В народе говорят: «были б кости – мясо будет». Еще говорят: «в чем душа держится». Душа держалась в старом портфеле, потому что стола тогда не было, но потом я стол все-таки приобрел и переложил душу в ящик. А все из-за того, что происхожу я не из хорошей семьи. Из семьи ранних мертвецов, оставивших мне в наследство только имя и фамилию. Но иным Прониным и этого казалось слишком много.

Гораздо позже, в Германии, в диковатом немецком городке (не всё же в Германии Лейпциги, Берлины да Франкфурты-на-Майне) одна галерейщица, считавшаяся местным специалистом по России, вне сомнения, законсервировавшаяся со времени ГДР, спросила меня: «Имя Фридрих откуда у вас? В России раньше тоже такое было?» «Нет, – ответил я, – в России у меня было имя Исак. Фамилия – Бабель. "Фридриха" я купил тут, за десять тысяч марок». По-моему, названная сумма вызвала у нее недоверие. Может, сама приценивалась? С исчезновением гэдээровского дома Пронины сами стали бродячими или полубродячими, сами боятся отлова. Но я теперь человек домашний – лавровый лист предпочитаю в борще. Премирую сам себя в домашних условиях, в домашних туфлях и в спортивной майке своими собственными сочинениями, если удастся их написать.
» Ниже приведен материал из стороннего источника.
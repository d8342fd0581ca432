"""The command line as a maker meets it: what goes where, exit codes, and what is left on the disk."""

from __future__ import annotations

import io
import json
import os
import re
import signal
import subprocess
import sys
import tomllib
from pathlib import Path

import click
import click.testing
import pypdf
import pytest
from click.shell_completion import ShellComplete

from cli import VERSION
from cli.main import REMINDER, faces_to_print, main
from jigs.registry import SHEETS
from layout.paper import DEFAULT_MARGIN_MM, DEFAULT_OVERLAP_MM, DEFAULT_SIZE, SIZES_MM

STOOL = """
name = "Łódź stool"
[seat]
shape = "round"
diameter = 300
thickness = 40
height = 420
[[legs]]
name = "front"
at = [80, 80]
mirror = true
splay = 8
rake = 6
mortise = 25
[[legs]]
name = "back"
at = [0, 240]
splay = 0
rake = 12
mortise = 25
"""


@pytest.fixture
def folder(tmp_path, monkeypatch) -> Path:
    """A folder with a spec in it, where the command is run."""
    monkeypatch.chdir(tmp_path)
    (tmp_path / "stool.toml").write_text(STOOL, encoding="utf-8")
    return tmp_path


def run(*arguments: str) -> click.testing.Result:
    result = click.testing.CliRunner().invoke(main, arguments, prog_name="splaysheet")
    if result.exception and not isinstance(result.exception, SystemExit):
        raise result.exception
    return result


def sheets_of(data: bytes) -> list[str]:
    """The sheets in a PDF, by its bookmarks."""
    return [entry.title for entry in pypdf.PdfReader(io.BytesIO(data)).outline if not isinstance(entry, list)]


def process(folder: Path, *arguments: str, **options) -> subprocess.CompletedProcess:
    root = Path(__file__).resolve().parent.parent.parent
    environment = os.environ | {"PYTHONPATH": str(root), **options.pop("env", {})}
    command = [sys.executable, "-m", "cli.main", *arguments]
    return subprocess.run(command, cwd=folder, env=environment, capture_output=True, check=False, **options)


# Help


def test_version_is_the_projects(root):
    project = tomllib.loads((root / "pyproject.toml").read_text(encoding="utf-8"))["project"]
    assert project["version"] == VERSION
    assert run("--version").output == f"splaysheet {VERSION}\n"


def test_help_tells_of_every_sheet_paper_and_default():
    assert "slipway-stool.toml" in run("--help").output
    text = " ".join(run("make", "--help").output.split())
    listed = ", ".join(SHEETS[:-1]) + f" or {SHEETS[-1]}"
    assert listed in text
    assert ", ".join(SIZES_MM) in text
    assert f"Else {DEFAULT_SIZE}" in text
    assert f"Else {DEFAULT_MARGIN_MM:g} mm." in text
    assert f"Else {DEFAULT_OVERLAP_MM:g} mm." in text
    assert "100 %" in text


def test_help_keeps_to_narrow_terminals():
    for command in ([], ["make"], ["angles"]):
        assert max(map(len, run(*command, "--help").output.splitlines())) <= 80
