package org.wardon.logbook;

import static org.junit.jupiter.api.Assertions.assertEquals;
import static org.junit.jupiter.api.Assertions.assertFalse;
import static org.junit.jupiter.api.Assertions.assertThrows;
import static org.junit.jupiter.api.Assertions.assertTrue;

import java.io.IOException;
import java.nio.file.Files;
import java.nio.file.Path;
import java.time.Clock;
import java.time.Instant;
import java.time.ZoneOffset;
import java.util.ArrayList;
import java.util.List;
import java.util.Map;
import java.util.Optional;
import java.util.concurrent.ExecutorService;
import java.util.concurrent.Executors;
import java.util.concurrent.Future;
import java.util.stream.IntStream;
import org.junit.jupiter.api.Test;
import org.junit.jupiter.api.io.TempDir;
import org.wardon.errors.BadInput;
import org.wardon.reference.OwnValue;
import org.wardon.reference.OwnValues;

/** Plans keep every version, and nobody's save is lost to another's. */
class KeptPlansTest {
    private static final Clock NOON =
            Clock.fixed(Instant.parse("2026-03-02T12:00:00Z"), ZoneOffset.UTC);
    private static final Map<String, String> WEATHER = Map.of("weather.csv", "time\n");

    @TempDir Path home;

    private KeptPlans plans() {
        return new KeptPlans(home, NOON);
    }

    private static PlanText text(String text) {
        return new PlanText(text, WEATHER);
    }

    @Test
    void readingCreatesNothing() {
        assertEquals(List.of(), plans().list());
        assertEquals(Optional.empty(), plans().find(1));
        assertFalse(Files.exists(home.resolve("store.db")));
    }

    @Test
    void undoAndRedoWalkTheHistoryAndNothingIsLost() {
        KeptPlans plans = plans();
        KeptPlan first = plans.add("Quay", "", text("one"), "begun");
        assertEquals(
                new KeptPlan(first.id(), "Quay", 1, NOON.instant(), "begun", false, false), first);
        assertEquals(new Saved.Kept(2), plans.save(first.id(), 1, "Quay 2", text("two"), "mango"));
        assertEquals(new Saved.Kept(1), plans.undo(first.id(), 2));
        KeptPlan undone = plans.find(first.id()).orElseThrow();
        assertEquals("Quay", undone.name());
        assertTrue(undone.canRedo());
        assertFalse(undone.canUndo());
        assertEquals(new Saved.Nothing(), plans.undo(first.id(), 1));
        assertEquals(new Saved.Kept(2), plans.redo(first.id(), 1));
        assertEquals(new Saved.Kept(1), plans.undo(first.id(), 2));
        assertEquals(new Saved.Kept(3), plans.save(first.id(), 1, "Quay", text("three"), "okra"));
        assertEquals(new Saved.Nothing(), plans.redo(first.id(), 3));
        assertEquals(
                List.of(
                        new PlanVersion(3, 1, "okra", NOON.instant()),
                        new PlanVersion(2, 1, "mango", NOON.instant()),
                        new PlanVersion(1, 0, "begun", NOON.instant())),
                plans.history(first.id()));
        assertEquals(Optional.of(text("two")), plans.text(first.id(), 2));
        assertEquals(Optional.of(text("three")), plans.text(first.id(), 3));
    }

    @Test
    void aSaveFromAnOldVersionIsRefusedAndChangesNothing() {
        KeptPlans plans = plans();
        long id = plans.add("Quay", "", text("one"), "begun").id();
        plans.save(id, 1, "Quay", text("mine"), "mine");
        Saved.Outdated outdated = new Saved.Outdated(1, 2, "mine");
        assertEquals(outdated, plans.save(id, 1, "Quay", text("theirs"), "theirs"));
        assertEquals(outdated, plans.undo(id, 1));
        assertEquals(outdated, plans.delete(id, 1));
        assertEquals(2, plans.history(id).size());
        assertEquals(new Saved.Nothing(), plans.save(99, 1, "Quay", text("x"), "x"));
    }

    @Test
    void deletingTakesAllVersionsAndLeavesOtherPlans() {
        KeptPlans plans = plans();
        long gone = plans.add("Quay", "a", text("one"), "begun").id();
        long stays = plans.add("Hill", "b", text("one"), "begun").id();
        assertEquals(new Saved.Kept(1), plans.delete(gone, 1));
        assertEquals(Optional.empty(), plans.text(gone, 1));
        assertEquals(Optional.of(text("one")), plans.text(stays, 1));
        assertEquals(stays, plans.from("b").orElseThrow().id());
        assertEquals(Optional.empty(), plans.from("a"));
    }

    @Test
    void ofManyWritersFromOneVersionExactlyOneIsKeptEachTime() throws Exception {
        long id = plans().add("Quay", "", text("one"), "begun").id();
        int rounds = 8;
        int writers = 4;
        ExecutorService people = Executors.newFixedThreadPool(writers);
        try {
            for (int round = 1; round <= rounds; round++) {
                int from = round;
                List<Future<Saved>> saves = new ArrayList<>();
                IntStream.range(0, writers)
                        .forEach(
                                who ->
                                        saves.add(
                                                people.submit(
                                                        () ->
                                                                plans().save(
                                                                                id,
                                                                                from,
                                                                                "Quay",
                                                                                text("by " + who),
                                                                                "w" + who))));
                int kept = 0;
                for (Future<Saved> save : saves) {
                    kept += save.get() instanceof Saved.Kept ? 1 : 0;
                }
                assertEquals(1, kept);
            }
        } finally {
            people.shutdown();
        }
        assertEquals(rounds + 1, plans().history(id).size());
    }

    @Test
    void manyOpenANewFileAtOnceAndNoneMeetsAHalfMadeOne() throws Exception {
        ExecutorService people = Executors.newFixedThreadPool(6);
        List<Future<Long>> added = new ArrayList<>();
        for (int i = 0; i < 12; i++) {
            String name = "plan " + i;
            added.add(people.submit(() -> plans().add(name, "", text("one"), "begun").id()));
        }
        for (Future<Long> one : added) {
            one.get();
        }
        people.shutdown();
        assertEquals(12, plans().list().size());
    }

    @Test
    void aFileOfAnEarlierVersionIsBroughtUpAndKeepsWhatItHad() throws Exception {
        new OwnValues(home)
                .set(OwnValue.of("mango", "storage-life", 9, 12, "2026-03-02T09:00:00Z"));
        try (var open =
                        java.sql.DriverManager.getConnection(
                                "jdbc:sqlite:" + home.resolve("store.db"));
                var statement = open.createStatement()) {
            for (String table : List.of("kept_file", "kept_body", "kept_version", "kept_plan")) {
                statement.execute("drop table " + table);
            }
            statement.execute("pragma user_version = 2");
        }
        assertEquals(List.of(), plans().list());
        plans().add("Quay", "", text("one"), "begun");
        assertEquals(1, plans().list().size());
        assertEquals(1, new OwnValues(home).list().size());
    }

    @Test
    void aBrokenFileIsRefusedInWords() throws IOException {
        Path file = home.resolve("store.db");
        Files.writeString(file, "no database at all, but long enough to be looked at".repeat(40));
        BadInput bad = assertThrows(BadInput.class, () -> plans().list());
        assertEquals(
                file
                        + ": cannot be used: [SQLITE_NOTADB] File opened that is not a database file"
                        + " (file is not a database); a store.db that can be read and written;"
                        + " restore it from a copy",
                bad.getMessage());
    }
}
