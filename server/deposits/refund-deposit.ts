import type Stripe from 'stripe';
import type { Db } from '../models/db';

/**
 * Sends a deposit back to the card, once however often it is called: the key is the deposit's. Our own row follows when the provider's
 * event comes.
 * @throws the provider's error while it is away, so that the job is tried again
 */
export async function refundDeposit({ models: { Deposit } }: Db, stripe: Stripe, depositId: string): Promise<void> {
  const deposit = await Deposit.findByPk(depositId);
  if (!deposit?.paymentIntentId || deposit.state === 'refunded') return;
  await stripe.refunds.create(
    { payment_intent: deposit.paymentIntentId, reason: 'duplicate', metadata: { depositId } },
    { idempotencyKey: `refund:${depositId}` },
  );
}
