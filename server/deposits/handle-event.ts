import { QueryTypes, type Transaction } from 'sequelize';
import type Stripe from 'stripe';
import type { Db } from '../models/db';
import { settleDeposit, type Settled } from './settle-deposit';

export type Handled = Settled | 'seen' | 'refunded' | 'ignored';

type SessionEvent =
  | Stripe.CheckoutSessionCompletedEvent
  | Stripe.CheckoutSessionAsyncPaymentSucceededEvent
  | Stripe.CheckoutSessionExpiredEvent;

const sessionEvents: ReadonlySet<string> = new Set([
  'checkout.session.completed', 'checkout.session.async_payment_succeeded', 'checkout.session.expired',
]);
const tellsOfSession = (event: Stripe.Event): event is SessionEvent => sessionEvents.has(event.type);

/**
 * Takes one signed event of the provider. It is noted in the same transaction as what it does, so that it counts once however often
 * and in whatever order it comes; two copies at the same moment wait for each other at the event's key.
 */
export const handleEvent = (db: Db, event: Stripe.Event, now: Date): Promise<Handled> =>
  db.sequelize.transaction(async (transaction) => {
    const fresh = await db.sequelize.query(
      'INSERT INTO payment_events (event_id, type, created_at, handled_at) VALUES ($id, $type, $createdAt, $now) ON CONFLICT (event_id) DO NOTHING RETURNING event_id',
      { type: QueryTypes.SELECT, transaction, bind: { id: event.id, type: event.type, createdAt: new Date(event.created * 1000), now } },
    );
    if (fresh.length === 0) return 'seen';
    if (event.type === 'charge.refunded') return noteRefund(db, transaction, event.data.object, now);
    return tellsOfSession(event) ? settleDeposit(db, transaction, event.data.object, now) : 'ignored';
  });

async function noteRefund({ models }: Db, transaction: Transaction, charge: Stripe.Charge, now: Date): Promise<Handled> {
  const { Deposit, History, Lead } = models;
  const paymentIntentId = typeof charge.payment_intent === 'string' ? charge.payment_intent : charge.payment_intent?.id;
  if (paymentIntentId === undefined || !charge.refunded) return 'ignored';
  const deposit = await Deposit.findOne({ where: { paymentIntentId }, transaction, lock: transaction.LOCK.UPDATE });
  if (!deposit || deposit.state === 'refunded') return 'ignored';
  const before = deposit.state;
  await deposit.update({ state: 'refunded', refundedAt: now }, { transaction });
  const lead = await Lead.findOne({ where: { intakeId: deposit.intakeId }, transaction });
  await History.create(
    { leadId: lead?.id ?? null, intakeId: deposit.intakeId, at: now, who: 'Payment provider', what: 'Deposit sent back', before, after: 'refunded' },
    { transaction },
  );
  return 'refunded';
}
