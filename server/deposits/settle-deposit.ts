import type Stripe from 'stripe';
import type { Transaction } from 'sequelize';
import { dollars } from '../../shared/money';
import { addTask } from '../jobs/outbox';
import { createLead } from '../leads/create-lead';
import { queueMail } from '../mail/queue-mail';
import type { Deposit } from '../models/deposit';
import type { Db } from '../models/db';
import { readQuote } from '../quotes/read-quote';

export type Settled = 'paid' | 'paid-before' | 'refunding' | 'expired' | 'unknown' | 'unchanged';

async function depositOf({ models: { Deposit } }: Db, transaction: Transaction, session: Stripe.Checkout.Session): Promise<Deposit | null> {
  const known = await Deposit.findOne({ where: { checkoutSessionId: session.id }, transaction });
  if (known) return known;
  // We stopped between the provider's answer and our own note of it: the session still says whose it is.
  const reference = session.client_reference_id ?? '';
  return /^[0-9a-f-]{36}$/.test(reference) ? Deposit.findByPk(reference, { transaction }) : null;
}

const intentOf = ({ payment_intent: intent }: Stripe.Checkout.Session): string | null => (typeof intent === 'string' ? intent : (intent?.id ?? null));

/**
 * Brings a deposit into line with the provider's session: paid (with lead, history, receipt and the mail to the desk), expired, or
 * unchanged. All in the caller's transaction; the same session again changes nothing. A second payment for one intake is sent back.
 */
export async function settleDeposit(db: Db, transaction: Transaction, session: Stripe.Checkout.Session, now: Date): Promise<Settled> {
  const deposit = await depositOf(db, transaction, session);
  if (!deposit) return 'unknown';
  // Payments of one intake are settled one after the other; what was read before the lock may be old.
  await db.models.Intake.findByPk(deposit.intakeId, { transaction, lock: transaction.LOCK.UPDATE });
  await deposit.reload({ transaction });
  if (deposit.paidAt !== null) return 'paid-before';
  if (session.payment_status === 'paid') return pay(db, transaction, session, deposit, now);
  if (session.status !== 'expired' || deposit.state !== 'pending') return 'unchanged';
  await deposit.update({ state: 'expired', checkoutSessionId: session.id }, { transaction });
  return 'expired';
}

async function pay(db: Db, transaction: Transaction, session: Stripe.Checkout.Session, deposit: Deposit, now: Date): Promise<Settled> {
  if (session.amount_total !== deposit.amountCents) throw new RangeError(`Deposit ${deposit.id}: the provider took another amount than we asked for`);
  const { models } = db;
  const { id, intakeId } = deposit;
  const payment = { checkoutSessionId: session.id, paymentIntentId: intentOf(session), paidAt: now };
  if (await models.Deposit.findOne({ where: { intakeId, state: 'paid' }, transaction })) {
    await deposit.update(payment, { transaction });
    await addTask(db, transaction, 'refund-deposit', `refund:${id}`, { depositId: id });
    return 'refunding';
  }
  await deposit.update({ ...payment, state: 'paid' }, { transaction });
  await models.Intake.update({ stage: 'paid', updatedAt: now }, { where: { id: intakeId }, transaction });
  const { document } = await readQuote(db.sequelize, deposit.quoteId, transaction);
  const option = document.options.find((one) => one.id === deposit.optionId);
  if (!option) throw new RangeError(`Deposit ${id}: its quote has no option ${deposit.optionId}`);
  const { contact, consentWords, createdAt: consentAt } = deposit;
  const job = { intakeId, quoteId: deposit.quoteId, document, option, depositId: id, contact, consentWords, consentAt };
  const lead = await createLead(db, transaction, job, now);
  await models.History.create(
    { leadId: lead.id, intakeId, at: now, who: 'Payment provider', what: 'Deposit paid', after: `${dollars(deposit.amountCents)} for ${option.title}` },
    { transaction },
  );
  await queueMail(db, transaction, { intakeId, leadId: lead.id, template: 'receipt', dedupeKey: `receipt:${id}` });
  await queueMail(db, transaction, { intakeId, leadId: lead.id, template: 'new-lead', dedupeKey: `new-lead:${id}` });
  return 'paid';
}
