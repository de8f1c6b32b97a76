import type { ReadingRow } from '@shared/schemas/readings'
import { useTranslation } from 'react-i18next'
import { formatSince } from '@/lib/format-when'
import { ReadingLine } from './reading-line'

/** A reading in a list of readings: which, of what, by whom. */
export function PlainReadingLine({ reading }: { reading: ReadingRow }) {
  const { t } = useTranslation('readings')
  return (
    <ReadingLine
      reading={reading}
      to={`/readings/${reading.id}`}
      what={t('line.what', { number: reading.number, face: reading.faceName })}
      note={t('line.note', { name: reading.takenBy.name, customer: reading.customerName })}
      when={formatSince(reading.createdAt)}
    />
  )
}
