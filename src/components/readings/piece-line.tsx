import type { PieceRow } from '@shared/schemas/pieces'
import { useTranslation } from 'react-i18next'
import { Link } from 'react-router-dom'
import { classNames } from '@/lib/class-names'
import { formatSince } from '@/lib/format-when'
import { lineColumns, ReadingLine } from './reading-line'
import { ReadingThumb } from './reading-thumb'

/** A piece in a list with its latest reading. */
export function PieceLine({ piece }: { piece: PieceRow }) {
  const { t } = useTranslation('pieces')
  const to = `/pieces/${piece.id}`
  if (piece.latest) {
    const { number, faceName, createdAt } = piece.latest
    return (
      <ReadingLine
        reading={piece.latest}
        to={to}
        what={t('line.what', { number, face: faceName })}
        note={piece.customerName}
        when={formatSince(createdAt)}
      />
    )
  }
  return (
    <li
      className={classNames(
        lineColumns,
        'relative min-h-[52px] border-hairline border-t py-1.5 first:border-t-0 hover:bg-step-active',
      )}
    >
      <ReadingThumb reading={null} />
      <div className="min-w-0 pr-2">
        <Link to={to} className="block truncate font-semibold after:absolute after:inset-0">
          {piece.partNumber} · {piece.serial}
        </Link>
        <span className="block truncate text-muted text-second">{piece.partName}</span>
      </div>
      <div className="min-w-0 pr-3">
        <span className="block text-muted">{t('line.noReading')}</span>
        <span className="block truncate text-muted text-second">{piece.customerName}</span>
      </div>
    </li>
  )
}
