import type { DecisionRule, Face, Tolerance } from '@shared/schemas/parts'
import { formatHeight, type HeightUnit, parseHeight } from '@shared/units/height'
import { useTranslation } from 'react-i18next'
import { useDisplayUnit } from '@/lib/settings'

const mm = (value: number) => String(Number(value.toFixed(3)))

/** Shape, sizes, tolerance and rule of a face in words. */
export function useFaceWords() {
  const { t } = useTranslation('parts')
  const wanted = useDisplayUnit()
  const unit = wanted === 'bands' ? 'um' : wanted
  const height = (um: number, signed = false) =>
    formatHeight(um, unit, { signed, decimals: decimalsFor(um, unit) })

  const tolerance = (value: Tolerance): string => {
    switch (value.kind) {
      case 'none':
        return t('words.noTolerance')
      case 'plain':
        return height(value.max.valueUm)
      case 'signed':
        return t('words.signed', {
          least: height(value.least.valueUm, true),
          most: height(value.most.valueUm, true),
        })
    }
  }
  return {
    size: ({ size, edgeBandMm }: Pick<Face, 'size' | 'edgeBandMm'>): string => {
      const words = t(`words.${size.shape}`, numbersOf(size))
      return edgeBandMm > 0 ? t('words.withEdgeBand', { size: words, edgeBand: mm(edgeBandMm) }) : words
    },
    tolerance,
    /** As on the drawing: what was typed, and what it means where that isn't the same. */
    typedTolerance: (value: Tolerance): string => {
      const typed = typedOf(value)
      const meant = tolerance(value)
      if (typed.every((text) => isInUnit(text, unit))) return meant
      return t('words.typed', { meant, typed: typed.join(', ') })
    },
    rule: (rule: DecisionRule): string => t(`readings:rule.${rule.kind}`, { factor: rule.guardFactor }),
    reference: (reference: Face['reference']): string => t(`reference.${reference}`),
  }
}

function numbersOf(size: Face['size']): Record<string, string> {
  return Object.fromEntries(
    Object.entries(size).flatMap(([key, value]) => (typeof value === 'number' ? [[key, mm(value)]] : [])),
  )
}

function typedOf(tolerance: Tolerance): string[] {
  switch (tolerance.kind) {
    case 'none':
      return []
    case 'plain':
      return [tolerance.max.typed]
    case 'signed':
      return [tolerance.least.typed, tolerance.most.typed]
  }
}

/** Typed in the unit shown: nothing is added by saying it again. */
function isInUnit(typed: string, unit: HeightUnit): boolean {
  const parsed = parseHeight(typed, { bandUm: 1 })
  return parsed.ok && parsed.value.unit === unit
}

/** Limits have the decimals that they need, two at least in µm. */
function decimalsFor(um: number, unit: 'um' | 'nm' | 'uin' | 'tenths'): number | undefined {
  if (unit !== 'um') return undefined
  return Math.abs(um * 100 - Math.round(um * 100)) < 1e-6 ? 2 : 3
}
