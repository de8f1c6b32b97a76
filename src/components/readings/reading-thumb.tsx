import type { ReadingRow } from '@shared/schemas/readings'
import { useState } from 'react'
import { classNames } from '@/lib/class-names'

interface Props {
  reading: Pick<ReadingRow, 'id' | 'face' | 'photoSha256' | 'result'> | null
  sizePx?: number
}

/** The height map in small; before there is one the photograph; before that an empty outline. Ornament: words stand beside it. */
export function ReadingThumb({ reading, sizePx = 34 }: Props) {
  const sources = reading ? sourcesOf(reading) : []
  const [failed, setFailed] = useState<readonly string[]>([])
  const source = sources.find((candidate) => !failed.includes(candidate))
  const isRound = reading ? reading.face.size.shape === 'disc' || reading.face.size.shape === 'annulus' : true
  return (
    <span
      className={classNames(
        'block shrink-0 overflow-hidden outline-1 outline-edge',
        isRound && 'rounded-full',
        !source && 'outline-hairline outline-dashed',
      )}
      style={{ width: sizePx, height: sizePx }}
    >
      {source && (
        <img
          src={source}
          alt=""
          loading="lazy"
          className={classNames('size-full', isRound ? 'object-cover' : 'object-contain')}
          onError={() => setFailed((before) => [...before, source])}
        />
      )}
    </span>
  )
}

function sourcesOf({ id, photoSha256, result }: NonNullable<Props['reading']>): string[] {
  const sources: string[] = []
  // The result's id keeps an older map out of the browser's cache.
  if (result?.outcome === 'figure') sources.push(`/api/readings/${id}/map.png?size=96&result=${result.id}`)
  if (photoSha256) sources.push(`/api/photos/${photoSha256}/preview?width=160`)
  return sources
}
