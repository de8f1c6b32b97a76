import type { Tolerance } from '@shared/schemas/parts'
import { formatNumber, fromUm } from '@shared/units/height'
import { useTranslation } from 'react-i18next'
import { gateDecimals } from '@/components/tolerance-rule/rule-graduations'
import { useDisplayUnit } from '@/lib/settings'

/** A tolerance as a list has it, in the shop's unit: "T 0.60" or "T −0.60 to −0.20". Bands say no limit by themselves: µm then. */
export function useToleranceWords(): (tolerance: Tolerance) => string {
  const { t } = useTranslation()
  const wanted = useDisplayUnit()
  const unit = wanted === 'bands' ? 'um' : wanted
  const number = (valueUm: number, signed: boolean) => {
    const value = fromUm(valueUm, unit)
    return formatNumber(value, gateDecimals(value), signed)
  }
  return (tolerance) => {
    switch (tolerance.kind) {
      case 'none':
        return t('tolerance.none')
      case 'plain':
        return t('tolerance.plain', { max: number(tolerance.max.valueUm, false) })
      case 'signed':
        return t('tolerance.signed', {
          least: number(tolerance.least.valueUm, true),
          most: number(tolerance.most.valueUm, true),
        })
    }
  }
}
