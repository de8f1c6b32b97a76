import type { ReadingRow } from '@shared/schemas/readings'
import { isEditable } from '@shared/workflow/reading-states'
import type { ReactNode } from 'react'
import { useTranslation } from 'react-i18next'
import { Link } from 'react-router-dom'
import { Quantity } from '@/components/quantity'
import { ReadingRule } from '@/components/tolerance-rule/reading-rule'
import { VerdictWords } from '@/components/tolerance-rule/verdict-words'
import { classNames } from '@/lib/class-names'
import { useIsDesk } from '@/lib/use-is-desk'
import { ReadingThumb } from './reading-thumb'
import { useToleranceWords } from './tolerance-words'

/** Columns of every list of readings, so that rules line up under one another. */
export const lineColumns =
  'grid items-center grid-cols-[44px_minmax(0,1fr)_minmax(0,1.25fr)_104px_12px_140px_14px_122px] desk:grid-cols-[48px_162px_minmax(120px,296px)_40px_118px_26px_220px_16px_minmax(122px,1fr)]'

interface Props {
  reading: ReadingRow
  to: string
  /** What it needs or is, and a muted second line. */
  what: ReactNode
  note?: ReactNode
  when?: string
  /** What it needs is for a person to do. */
  needsPerson?: boolean
}

/** One reading in a list: thumb, piece, what it needs, figure, rule, verdict. A draft shows no verdict. */
export function ReadingLine({ reading, to, what, note, when, needsPerson = false }: Props) {
  const isDesk = useIsDesk()
  return (
    <li
      className={classNames(
        lineColumns,
        'relative min-h-[52px] border-hairline border-t py-1.5 first:border-t-0 hover:bg-step-active',
      )}
    >
      <ReadingThumb reading={reading} />
      <div className="min-w-0 pr-2">
        <Link to={to} className="block truncate font-semibold after:absolute after:inset-0">
          {reading.partNumber} · {reading.serial}
        </Link>
        <span className="block truncate text-muted text-second">{reading.partName}</span>
      </div>
      <div className="min-w-0 pr-3">
        <span className={classNames('block truncate', needsPerson && 'text-chestnut')}>{what}</span>
        {note && <span className="block truncate text-muted text-second">{note}</span>}
      </div>
      <span className="text-right text-muted text-second max-desk:hidden">{when}</span>
      <LineFigure reading={reading} />
      <span />
      <ReadingRule reading={reading} size="list" widthPx={isDesk ? 220 : 140} />
      <span />
      <LineVerdict reading={reading} />
    </li>
  )
}

function LineFigure({ reading: { result, marksVersion } }: { reading: ReadingRow }) {
  const { t } = useTranslation()
  const isOfEarlierMarks = result !== null && result.marksVersion < marksVersion
  return (
    <div className={classNames('text-right', isOfEarlierMarks && 'text-muted')}>
      {result && result.flatnessUm !== null ? (
        <Quantity valueUm={result.flatnessUm} uUm={result.expandedUncertaintyUm} bandUm={result.bandUm} />
      ) : (
        <span className="text-muted text-second">{t('notReadYet')}</span>
      )}
      {isOfEarlierMarks && <span className="block text-axis">{t('ofEarlierMarks')}</span>}
    </div>
  )
}

function LineVerdict({ reading }: { reading: ReadingRow }) {
  const { t } = useTranslation()
  const tolerance = useToleranceWords()(reading.face.tolerance)
  // What was set aside counts for nothing, whatever its figure.
  const isSettled = !isEditable(reading.state) && reading.state !== 'setAside' && reading.result !== null
  return (
    <div className="min-w-0">
      {isSettled && reading.result ? (
        <VerdictWords verdict={reading.result.verdict} />
      ) : (
        <span className="text-muted">{t(`state.${reading.state}`)}</span>
      )}
      <span className="block truncate text-axis text-muted">{tolerance}</span>
    </div>
  )
}
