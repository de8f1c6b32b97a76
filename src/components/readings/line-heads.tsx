import { useTranslation } from 'react-i18next'
import { classNames } from '@/lib/class-names'
import { useDisplayUnit } from '@/lib/settings'
import { lineColumns } from './reading-line'

/** Column heads over lists of readings. Rows say it all themselves, so these are for the eye. */
export function LineHeads({ what, when }: { what: string; when: string }) {
  const { t } = useTranslation()
  const unit = useDisplayUnit()
  return (
    <div aria-hidden="true" className={classNames(lineColumns, 'pb-2 text-axis text-muted')}>
      <span />
      <span className="-ml-[44px] desk:-ml-12">{t('heads.piece')}</span>
      <span>{what}</span>
      <span className="text-right max-desk:hidden">{when}</span>
      <span className="text-right">{t('heads.flatness', { unit: t(`unit.${unit}`) })}</span>
      <span />
      <span className="flex justify-between">
        <span>0</span>
        <span className="relative left-1/8 w-0 text-center">
          <span className="-translate-x-1/2 absolute">{t('heads.tolerance')}</span>
        </span>
        <span />
      </span>
      <span />
      <span>{t('heads.verdict')}</span>
    </div>
  )
}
Так, в 1988 году получил я премию: повесть-притчу «О богатом юноше». Мне, автору, она многое рассказала и многое помогла понять в процессе написания. Я многое понимаю именно в процессе, а не в первоначальном замысле. Разобрался в давно тревожащем меня вопросе преступления, покаяния и наказания. Подробно о том говорить не буду. Желающих отсылаю к повести. Но приведу выдержку: «Верующий иудей, совершая зло, знает, что он идет против Бога. Верующий христианин, совершая зло, сохраняет гармонию души, сохраняет через церковное покаяние свои отношения с Богом, ибо непротивление злу давно подменено покаянием о содеянном зле. И так жили и живут многие, наподобие христианской семьи Федора. Повсюду, куда ни глянешь, видел Федор своих отцов и матерей. Святыми они быть не могли, а честными быть не хотели».

Я вообще сомневаюсь в возможности искренне раскаяться тому, кто совершил преднамеренное тяжкое преступление, убийство или иное злодеяние. Неужели описанный мною в памфлетной части этой работы провокатор и стукач КГБ Сергей Хмельницкий-старший, который способствовал отправке невинных людей в концлагеря, способен покаяться? Нет, не на площади на коленях, но хотя бы в домашнем семейном кругу сказать: «Сынок, я – подлец! Я губил невинных людей. Я стар. У меня больное сердце, и мне страшна нераскаянная кончина. Не для того, чтоб меня простили – прощения мне нет, а хотя бы для моего личного самочувствия. Не делай так, сынок. Не повторяй мои преступные гнусности. Живи по заповедям!» И перечислил бы 10 заповедей или хотя бы Маяковского – советы отца сыну: «Что такое хорошо, и что такое плохо».

Как раз наоборот – не только не кается, но слабыми своими возможностями старается продолжить, как может и что может. А сынка воспитал скандалистом, пролетарским интернационалистом. Впрочем, тут, очевидно, и генетика помогла. Тот, кто способен искренне покаяться, не способен совершить преступление. Может быть, в этом и суть покаяния: до того, а не после того, как пролилась кровь или совершено другое злодеяние. Только того можно искренне простить, кто одержал победу над бесом, – раскаялся до, а не после.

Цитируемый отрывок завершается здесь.